- WHAT THE EXERCISE ASKS
Set out exactly every line of the entries below, starting at the line that holds "kept, &ball, soft_filter.as_deref());" and stopping after the line that holds "Try::Sat => return".

- Stored data entries
^^^^
//! Obstructions: is a set of vertices, with the constraints among them that are still kept,
//! k-colourable? If not, a small set of vertices and soft items that already cannot be coloured,
//! with a DRAT proof.
//!
//! Every vertex and every soft item gets a selector literal: a vertex's "some colour" clause, its
//! hard pins and the hard "same colour" clauses it takes part in hold only while its selector is
//! assumed true (with every colour variable false, a vertex left out satisfies every other clause);
//! a soft item's clauses hold only while its selector is assumed true, and a soft item is assumed
//! only together with its vertices. The solver's final conflict names the selectors it used; the
//! search then keeps a part of that size (rebuilding the solver on it while it shrinks by a fifth
//! or more) and runs a deletion pass, soft items first, then vertices, so that every soft item and
//! every vertex left is needed. The proof is logged by a fresh solver on the obstruction's own
//! CNF, with no selectors, so it refutes exactly the formula the checker rebuilds.

use std::sync::atomic::AtomicBool;
use std::time::Instant;

use super::{Constraint, RelaxObstruction, RelaxProblem};
use crate::engine::colouring::sat::{Sat, SatAnswer};
use crate::engine::graph::Vertex;

/// The answer for one set of vertices.
#[derive(Debug)]
pub(crate) enum Local {
    /// The vertices can be coloured with the kept constraints among them.
    Colourable,
    /// They cannot: here is why.
    Obstruction(RelaxObstruction),
    /// Stopped first.
    Unknown,
}

fn x(i: usize, c: u32, k: u32) -> i32 {
    (i as u32 * k + c + 1) as i32
}

/// The clauses of one constraint over local indices `a`, `b` (`b == a` for a pin), each prefixed
/// by `guard` (literals that switch it off when false).
fn constraint_clauses(c: Constraint, a: usize, b: usize, k: u32, guard: &[i32]) -> Vec<Vec<i32>> {
    let with = |mut lits: Vec<i32>| {
        let mut out: Vec<i32> = guard.iter().map(|&g| -g).collect();
        out.append(&mut lits);
        out
    };
    match c {
        Constraint::Differ(..) => (0..k)
            .map(|col| with(vec![-x(a, col, k), -x(b, col, k)]))
            .collect(),
        Constraint::Same(..) => (0..k)
            .flat_map(|col| {
                [
                    with(vec![-x(a, col, k), x(b, col, k)]),
                    with(vec![-x(b, col, k), x(a, col, k)]),
                ]
            })
            .collect(),
        Constraint::Pin(_, col) if col < k => vec![with(vec![x(a, col, k)])],
        Constraint::Pin(..) => vec![with(Vec::new())],
    }
}

fn ends(c: Constraint) -> (Vertex, Vertex) {
    match c {
        Constraint::Differ(u, v) | Constraint::Same(u, v) => (u, v),
        Constraint::Pin(v, _) => (v, v),
    }
}

/// The CNF of an obstruction as documented on [`RelaxObstruction`]: (variables, clauses).
pub(crate) fn obstruction_clauses(
    problem: &RelaxProblem,
    vertices: &[Vertex],
    soft: &[usize],
) -> (u32, Vec<Vec<i32>>) {
    let k = problem.colours;
    let local = |v: Vertex| vertices.binary_search(&v).ok();
    let mut clauses = Vec::new();
    for i in 0..vertices.len() {
        clauses.push((0..k).map(|c| x(i, c, k)).collect());
        for c in 0..k {
            for d in c + 1..k {
                clauses.push(vec![-x(i, c, k), -x(i, d, k)]);
            }
        }
    }
    let mut add = |c: Constraint| {
        let (u, v) = ends(c);
        if let (Some(a), Some(b)) = (local(u), local(v)) {
            clauses.extend(constraint_clauses(c, a, b, k, &[]));
        }
    };
    for &c in &problem.hard {
        add(c);
    }
    for &j in soft {
        add(problem.soft[j].constraint);
    }
    (vertices.len() as u32 * k, clauses)
}

struct Selectors<'p> {
    problem: &'p RelaxProblem,
    ball: Vec<Vertex>,
    /// The kept soft items inside the ball (indices into the problem).
    soft: Vec<usize>,
    /// Local vertex indices of each soft item.
    soft_ends: Vec<(usize, usize)>,
}

impl Selectors<'_> {
    fn t(&self, i: usize) -> i32 {
        (self.ball.len() as u32 * self.problem.colours + i as u32 + 1) as i32
    }
    fn s(&self, j: usize) -> i32 {
        (self.ball.len() as u32 * (self.problem.colours + 1) + j as u32 + 1) as i32
    }
    fn variables(&self) -> u32 {
        self.ball.len() as u32 * (self.problem.colours + 1) + self.soft.len() as u32
    }
}

/// Decides the vertices `ball` (ascending) with the hard constraints among them and the soft items
/// among them with `kept[j]`; when they cannot be coloured, returns a shrunken obstruction with
/// its proof.
pub(crate) fn local_obstruction(
    problem: &RelaxProblem,
    kept: &[bool],
    ball: &[Vertex],
    cancel: &AtomicBool,
    deadline: Option<Instant>,
) -> Local {
    let mut ball = ball.to_vec();
    let mut soft_filter: Option<Vec<usize>> = None;
    loop {
        let sel = selectors(problem, kept, &ball, soft_filter.as_deref());
        let mut sat = Sat::new(sel.variables(), false, Some(cancel), deadline);
        load(&sel, &mut sat);
        let all_v = vec![true; sel.ball.len()];
        let all_s = vec![true; sel.soft.len()];
        match try_assume(&sel, &mut sat, &all_v, &all_s) {
            Try::Sat => return Local::Colourable,
            Try::Unknown => return Local::Unknown,
            Try::Unsat(cv, cs) => {
                let size = cv.iter().filter(|&&b| b).count();
                if size * 5 <= sel.ball.len() * 4 {
                    // Rebuild on the core alone: the deletion pass is cheaper there.
                    ball = (0..sel.ball.len())
                        .filter(|&i| cv[i])
                        .map(|i| sel.ball[i])
                        .collect();
                    soft_filter = Some(
                        (0..sel.soft.len())
                            .filter(|&j| cs[j])
                            .map(|j| sel.soft[j])
                            .collect(),
                    );
                    continue;
                }
                let (cv, cs) = deletion(&sel, &mut sat, cv, cs);
                let vertices: Vec<Vertex> = (0..sel.ball.len())
                    .filter(|&i| cv[i])
                    .map(|i| sel.ball[i])
                    .collect();
                let soft: Vec<usize> = (0..sel.soft.len())
                    .filter(|&j| cs[j])
                    .map(|j| sel.soft[j])
                    .collect();
                return match prove(problem, &vertices, &soft, cancel) {
                    Some(drat) => Local::Obstruction(RelaxObstruction {
                        vertices,
                        soft,
                        drat,
                    }),
                    None => Local::Unknown,
                };
            }
        }
    }
}

fn selectors<'p>(
    problem: &'p RelaxProblem,
    kept: &[bool],
    ball: &[Vertex],
    only: Option<&[usize]>,
) -> Selectors<'p> {
    let local = |v: Vertex| ball.binary_search(&v).ok();
    let mut soft = Vec::new();
    let mut soft_ends = Vec::new();
    let candidates: Box<dyn Iterator<Item = usize>> = match only {
        Some(list) => Box::new(list.iter().copied()),
        None => Box::new((0..problem.soft.len()).filter(|&j| kept[j])),
    };
    for j in candidates {
        let (u, v) = ends(problem.soft[j].constraint);
        if let (Some(a), Some(b)) = (local(u), local(v)) {
            soft.push(j);
            soft_ends.push((a, b));
        }
    }
    Selectors {
        problem,
        ball: ball.to_vec(),
        soft,
        soft_ends,
    }
}

fn load(sel: &Selectors, sat: &mut Sat) {
    let k = sel.problem.colours;
    let local = |v: Vertex| sel.ball.binary_search(&v).ok();
    for i in 0..sel.ball.len() {
        let mut alo = vec![-sel.t(i)];
        alo.extend((0..k).map(|c| x(i, c, k)));
        sat.add_clause(&alo);
        for c in 0..k {
            for d in c + 1..k {
                sat.add_clause(&[-x(i, c, k), -x(i, d, k)]);
            }
        }
    }
    for &c in &sel.problem.hard {
        let (u, v) = ends(c);
        if let (Some(a), Some(b)) = (local(u), local(v)) {
            // "Differ" needs no guard: a vertex left out has no colour and meets it anyway.
            let guard: Vec<i32> = match c {
                Constraint::Differ(..) => Vec::new(),
                Constraint::Same(..) if a != b => vec![sel.t(a), sel.t(b)],
                _ => vec![sel.t(a)],
            };
            for clause in constraint_clauses(c, a, b, k, &guard) {
                sat.add_clause(&clause);
            }
        }
    }
    for (j, &item) in sel.soft.iter().enumerate() {
        let (a, b) = sel.soft_ends[j];
        for clause in constraint_clauses(sel.problem.soft[item].constraint, a, b, k, &[sel.s(j)]) {
            sat.add_clause(&clause);
        }
    }
}

enum Try {
    Sat,
    Unknown,
    /// The selectors of the final conflict, closed under "a soft item's vertices".
    Unsat(Vec<bool>, Vec<bool>),
}

fn try_assume(sel: &Selectors, sat: &mut Sat, vs: &[bool], ss: &[bool]) -> Try {
    let mut assumptions: Vec<i32> = (0..vs.len()).filter(|&i| vs[i]).map(|i| sel.t(i)).collect();
    assumptions.extend((0..ss.len()).filter(|&j| ss[j]).map(|j| sel.s(j)));
    match sat.solve(&assumptions) {
        SatAnswer::Sat => Try::Sat,
        SatAnswer::Unknown => Try::Unknown,
        SatAnswer::Unsat => {
            let core = sat.core_vars();
            let base = sel.ball.len() as u32 * sel.problem.colours;
            let mut cv = vec![false; vs.len()];
            let mut cs = vec![false; ss.len()];
            for var in core {
                let var = var - 1;
                if var >= base && var < base + vs.len() as u32 {
                    cv[(var - base) as usize] = true;
                } else if var >= base + vs.len() as u32 {
                    cs[(var - base - vs.len() as u32) as usize] = true;
                }
            }
            // The core is a subset of the assumptions; keep it so even if the solver said more.
            for i in 0..vs.len() {
                cv[i] &= vs[i];
            }
            for j in 0..ss.len() {
                cs[j] &= ss[j];
                if cs[j] {
                    let (a, b) = sel.soft_ends[j];
                    cv[a] = true;
                    cv[b] = true;
                }
            }
            Try::Unsat(cv, cs)
        }
    }
}

/// Deletion pass: drop each soft item, then each vertex (with its soft items), whenever what is
/// left still cannot be coloured. Stopping early keeps what is known to be unsatisfiable.
fn deletion(
    sel: &Selectors,
    sat: &mut Sat,
    mut cv: Vec<bool>,
    mut cs: Vec<bool>,
) -> (Vec<bool>, Vec<bool>) {
    for j in 0..cs.len() {
        if !cs[j] {
            continue;
        }
        let mut ts = cs.clone();
        ts[j] = false;
        match try_assume(sel, sat, &cv, &ts) {
            Try::Unsat(nv, ns) => {
                cv = nv;
                cs = ns;
            }
            Try::Sat => {}
            Try::Unknown => return (cv, cs),
        }
    }
    for i in 0..cv.len() {
        if !cv[i] {
            continue;
        }
        let mut tv = cv.clone();
        tv[i] = false;
        let mut ts = cs.clone();
        for (j, &(a, b)) in sel.soft_ends.iter().enumerate() {
            if a == i || b == i {
                ts[j] = false;
            }
        }
        match try_assume(sel, sat, &tv, &ts) {
            Try::Unsat(nv, ns) => {
                cv = nv;
                cs = ns;
            }
            Try::Sat => {}
            Try::Unknown => return (cv, cs),
        }
    }
    (cv, cs)
}

/// Refutes the obstruction's own CNF with a proof-logging solver; `None` if cancelled (or, which
/// would be a bug, if the CNF turned out satisfiable).
fn prove(
    problem: &RelaxProblem,
    vertices: &[Vertex],
    soft: &[usize],
    cancel: &AtomicBool,
) -> Option<String> {
    let (variables, clauses) = obstruction_clauses(problem, vertices, soft);
    let mut sat = Sat::new(variables, true, Some(cancel), None);
    for c in &clauses {
        sat.add_clause(c);
    }
    match sat.solve(&[]) {
        SatAnswer::Unsat => sat.proof(),
        SatAnswer::Sat => {
            debug_assert!(false, "an obstruction's CNF was satisfiable");
            None
        }
        SatAnswer::Unknown => None,
    }
}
^^^^
- RESPONSE AREA
        let sel = selectors(problem, kept, &ball, soft_filter.as_deref());
        let mut sat = Sat::new(sel.variables(), false, Some(cancel), deadline);
        load(&sel, &mut sat);
        let all_v = vec![true; sel.ball.len()];
        let all_s = vec![true; sel.soft.len()];
        match try_assume(&sel, &mut sat, &all_v, &all_s) {
            Try::Sat => return Local::Colourable,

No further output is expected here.